I entertain no doubts that the Petscop references to Newmaker, rebirthing and “pets” were intended to draw attention to the death of Candace Newmaker and the mistreatment of adopted children. For that, I am grateful. It could be argued that Ms. Newmaker, whatever her intentions, was treating her adopted child more like a naughty pet that had to be retrained to suit her own needs than as an actual child with independent needs, and that sort of behaviour is disconcertingly common in adoption cases involving foreign, abused/neglected, and RAD-diagnosed children.

Dangerous pseudotherapeutic practices deserve our attention, and attachment therapy is still with us. The Attachment Center in Evergreen, Colorado was renamed the Institute for Attachment and Child Development and continues to treat children with “Reactive Attachment Disorder” using attachment therapy.

Whew. Okay. That’s out of the way. Let’s move on to the rest of the note:

“A young person walks into your school building.

They walk in with you. You’re holding their hands.

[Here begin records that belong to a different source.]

def wrap_lines(text: str, fm: QFontMetrics, max_lines: int = 2) -> tuple[str, int]:
    """``text`` broken at spaces into at most ``max_lines`` lines, as narrow as that allows.

    Returns (text with newlines, width of its widest line in px). Whole words only: a name is
    never cut inside a word.
    """
    words = text.split(" ")
    best = (text, fm.horizontalAdvance(text))
    if max_lines <= 1 or len(words) == 1:
        return best
    for i in range(1, len(words)):
        head = " ".join(words[:i])
        rest, rest_w = wrap_lines(" ".join(words[i:]), fm, max_lines - 1)
        w = max(fm.horizontalAdvance(head), rest_w)
        if w < best[1]:
            best = (f"{head}\n{rest}", w)
    return best


def text_width(text: str, fm: QFontMetrics) -> int:
    """Width in px of the widest line of ``text``."""
    return max((fm.horizontalAdvance(line) for line in text.split("\n")), default=0)


#: item data role: True when every line of the cell is drawn in the item's colour (a verdict)
ONE_COLOUR_ROLE = Qt.UserRole + 1


def _even_out(needed: list[int], room: int) -> list[int]:
    """Column widths: each at least what it needs; the room left over widens the narrowest first,
    up to the widest, so the columns come as close to equal (a grid) as the room allows."""
    widths = list(needed)
    if not widths:
        return widths
    spare = room - sum(widths)
    target = max(widths)
    while spare > 0:
        low = min(widths)
        if low >= target:
            break
        narrowest = [i for i, w in enumerate(widths) if w == low]
        above = min((w for w in widths if w > low), default=target)
        step = min(above - low, spare // len(narrowest))
        if step <= 0:
            break
        for i in narrowest:
            widths[i] += step
        spare -= step * len(narrowest)
    return widths
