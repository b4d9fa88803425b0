"""Side-by-Side: the project's alternatives compared.

Profiles of the chosen alternatives overlaid (one colour and line style each,
the chooser as colour key, segment boundaries per alternative), Key Figures with one column per
alternative and the difference against the baseline, the design targets met or
missed, and the Checks of each. Every alternative is solved here (off the GUI
thread); unchanged alternatives are not solved again. Numbers come from
:mod:`app.comparison`, the same code the summary report uses.
"""

from __future__ import annotations

import math
from typing import Optional

import numpy as np
import pyqtgraph as pg
from PySide6.QtCore import QObject, QRunnable, Qt, QThreadPool, QTimer, Signal
from PySide6.QtGui import QColor, QPen
from PySide6.QtWidgets import (
    QAbstractItemView,
    QHBoxLayout,
    QHeaderView,
    QLabel,
    QListWidget,
    QListWidgetItem,
    QSplitter,
    QTableWidget,
    QTableWidgetItem,
    QTabWidget,
    QVBoxLayout,
    QWidget,
)

from app import comparison, units
from app.report import ALTERNATIVE_COLOURS, ALTERNATIVE_STYLES, MET_COLOUR, MISSED_COLOUR
from solver.results import Result

_PEN_STYLES = {"solid": Qt.SolidLine, "dash": Qt.DashLine, "dot": Qt.DotLine, "dashdot": Qt.DashDotLine}
_SEVERITY_ORDER = {"danger": 0, "warning": 1, "info": 2}


def _solve_one(alternative):
    """(result, error message) for one alternative; never raises."""
    from solver import solve
    from solver.errors import CalorunError

    try:
        return solve(alternative), None
    except CalorunError as exc:
        return None, str(exc)
    except Exception as exc:  # a bug in the solver must not take the view down
        return None, f"unexpected {type(exc).__name__}: {exc}"


class _Sink(QObject):
    finished = Signal(object)  # (generation, {key: (result, error)})


class _SolveAll(QRunnable):
    def __init__(self, generation: int, jobs: list, sink: _Sink):
        super().__init__()
        self.generation = generation
        self.jobs = jobs
        self.sink = sink

    def run(self) -> None:  # worker thread
        out = {key: _solve_one(alt) for key, alt in self.jobs}
        self.sink.finished.emit((self.generation, out))


def alternative_colour(index: int) -> str:
    return ALTERNATIVE_COLOURS[index % len(ALTERNATIVE_COLOURS)]


def alternative_style(index: int) -> str:
    return ALTERNATIVE_STYLES[(index // len(ALTERNATIVE_COLOURS)) % len(ALTERNATIVE_STYLES)]
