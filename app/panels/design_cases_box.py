"""The project's design cases, as the Project details dialog edits them.

Besides the operating case (each segment's own surroundings), a traced or insulated line is designed
for a worst case (coldest design air, strongest wind, optionally no flow) and checked in a hot case
(warmest air, no flow, heaters at full output). They are set once for the project
(:class:`solver.model.DesignCases`); the defaults are placeholders, and the note says who decides.
The box only reads and gives values: the dialog pushes them with its other changes in one undo step.
"""

from __future__ import annotations

from typing import Optional

from PySide6.QtWidgets import QCheckBox, QFormLayout, QGroupBox

from app.panels.editing import hint
from app.widgets.quantity_edit import QuantityEdit
from solver.model import DesignCases

#: DesignCases field -> (label, quantity, QuantityEdit options)
CASE_FIELDS: dict[str, tuple[str, str, dict]] = {
    "worst_air_temperature_K": ("Worst case: air temperature", "temperature", {}),
    "worst_wind_speed_m_per_s": ("Worst case: wind speed", "speed", {}),
    "worst_soil_temperature_K": ("Worst case: soil temperature", "temperature",
                                 dict(allow_empty=True, empty_text="each segment's own")),
    "hot_air_temperature_K": ("Hot case: air temperature", "temperature", {}),
    "design_margin": ("Design margin on heat loss", "fraction", {}),
}

NOTE = ("Defaults are placeholders: the site's meteorological data and the owner's specification decide "
        "these. The worst case sizes the tracing (the maintain check), the hot case gives the highest wall "
        "temperature under the heaters (no flow, full output). The margin (common practice 10–25 %) is added "
        "to the worst-case loss when sizing, never to the physics; a segment may override it.")


class DesignCasesBox(QGroupBox):
    """``DesignCasesBox(cases, system)``: one box per number and the no-flow switch; :meth:`cases` reads them."""

    def __init__(self, cases: DesignCases, system: str):
        super().__init__("Design cases (every alternative)")
        form = QFormLayout(self)
        self.edits: dict[str, QuantityEdit] = {}
        for key, (label, quantity, kw) in CASE_FIELDS.items():
            edit = QuantityEdit(quantity, system, f"design_cases.{key}", **kw)
            edit.set_value(getattr(cases, key))
            self.edits[key] = edit
            if key == "hot_air_temperature_K":
                self.no_flow_check = QCheckBox("No flow in the worst case")
                self.no_flow_check.setToolTip("The worst case has the line standing still (no flow): it must hold "
                                              "its maintain temperature on the heater alone.")
                self.no_flow_check.setChecked(cases.worst_no_flow)
                form.addRow("", self.no_flow_check)
            form.addRow(label, edit)
        form.addRow(hint(NOTE))

    def commit(self) -> Optional[str]:
        """Commit typed text; the first box's refusal (in the user's words), or None."""
        for edit in self.edits.values():
            edit.commit()
            if edit.has_error:
                return edit.error_text
        return None

    def values(self) -> dict:
        """The entries as DesignCases keys and SI values (validated by whoever builds the model)."""
        out: dict = {key: edit.value() for key, edit in self.edits.items()}
        out["worst_no_flow"] = self.no_flow_check.isChecked()
        return out
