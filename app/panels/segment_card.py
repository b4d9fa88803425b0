"""Segment Card: every field of the selected segment, edited through undoable commands.

The card reads the Document's selected segment; when the model changes (an edit, undo,
redo, a new selection) it refreshes its widgets with their signals blocked, so showing a
value never sends it back as an edit. An entry the model refuses is marked in place with
the reason and nothing changes.
"""

from __future__ import annotations

from typing import Any, Optional

from pydantic import ValidationError
from PySide6.QtCore import Qt, Signal
from PySide6.QtWidgets import (
    QAbstractItemView,
    QButtonGroup,
    QComboBox,
    QFormLayout,
    QFrame,
    QGroupBox,
    QHBoxLayout,
    QHeaderView,
    QLabel,
    QLineEdit,
    QPushButton,
    QRadioButton,
    QScrollArea,
    QSpinBox,
    QStackedWidget,
    QTableWidget,
    QVBoxLayout,
    QWidget,
)

from app import commands, units
from app.widgets.quantity_edit import ERROR_COLOUR, QuantityEdit

#: surroundings kind -> label shown in the combo (order = combo order)
SURROUNDINGS_KINDS: dict[str, str] = {
    "still_air": "Still air (natural convection + radiation)",
    "wind": "Wind (forced convection + radiation)",
    "buried": "Buried in soil",
    "jacket": "Jacket or bath medium",
    "fixed_wall": "Fixed wall temperature / steam",
    "adiabatic": "Adiabatic (no exchange)",
}

# the temperature key of each surroundings kind (carried over when the kind changes)
_SURR_TEMPERATURE_KEY = {
    "still_air": "temperature_K",
    "wind": "temperature_K",
    "buried": "soil_temperature_K",
    "jacket": "medium_temperature_K",
    "fixed_wall": "wall_temperature_K",
}


def validation_message(exc: ValidationError, prefix: str = "") -> str:
    """One line per problem: ``field path: reason, got value``."""
    try:
        from solver.project_io import validation_problems

        problems = validation_problems(exc)
    except Exception:  # pragma: no cover - the helper is part of the solver package
        problems = [(".".join(str(p) for p in e["loc"]), e["msg"]) for e in exc.errors()]
    lines = []
    for path, msg in problems:
        full = f"{prefix}.{path}" if prefix and path else (path or prefix)
        lines.append(f"{full}: {msg}" if full else msg)
    return "\n".join(lines)


def _catalogue():
    from solver import catalogue

    return catalogue


def _fitting_labels() -> dict[str, str]:
    from solver.fittings import fitting_labels

    return fitting_labels()


def _section(title: str) -> tuple[QGroupBox, QFormLayout]:
    box = QGroupBox(title)
    form = QFormLayout(box)
    form.setLabelAlignment(Qt.AlignRight | Qt.AlignVCenter)
    form.setFieldGrowthPolicy(QFormLayout.AllNonFixedFieldsGrow)
    form.setHorizontalSpacing(8)
    form.setVerticalSpacing(5)
    form.setContentsMargins(8, 6, 8, 8)
    return box, form


def _hint(text: str) -> QLabel:
    lab = QLabel(text)
    lab.setWordWrap(True)
    lab.setStyleSheet("color: #5B6770; font-size: 8.5pt;")
    return lab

They came out crying into their hands, because nobody will love them, not ever again.

‘Nobody loves me!’

They wander the Newmaker Plane.”

“Nobody loves me!” appears in yellow text, further reinforcing the connection between Daisy- Head Mayzie and Care. We can infer from this part of the note that Care was abused at the school (the brick building), possibly by her own father and/or someone who worked at the school. Later in the game, there are suggestions that Marvin worked at the school, possibly as a music teacher.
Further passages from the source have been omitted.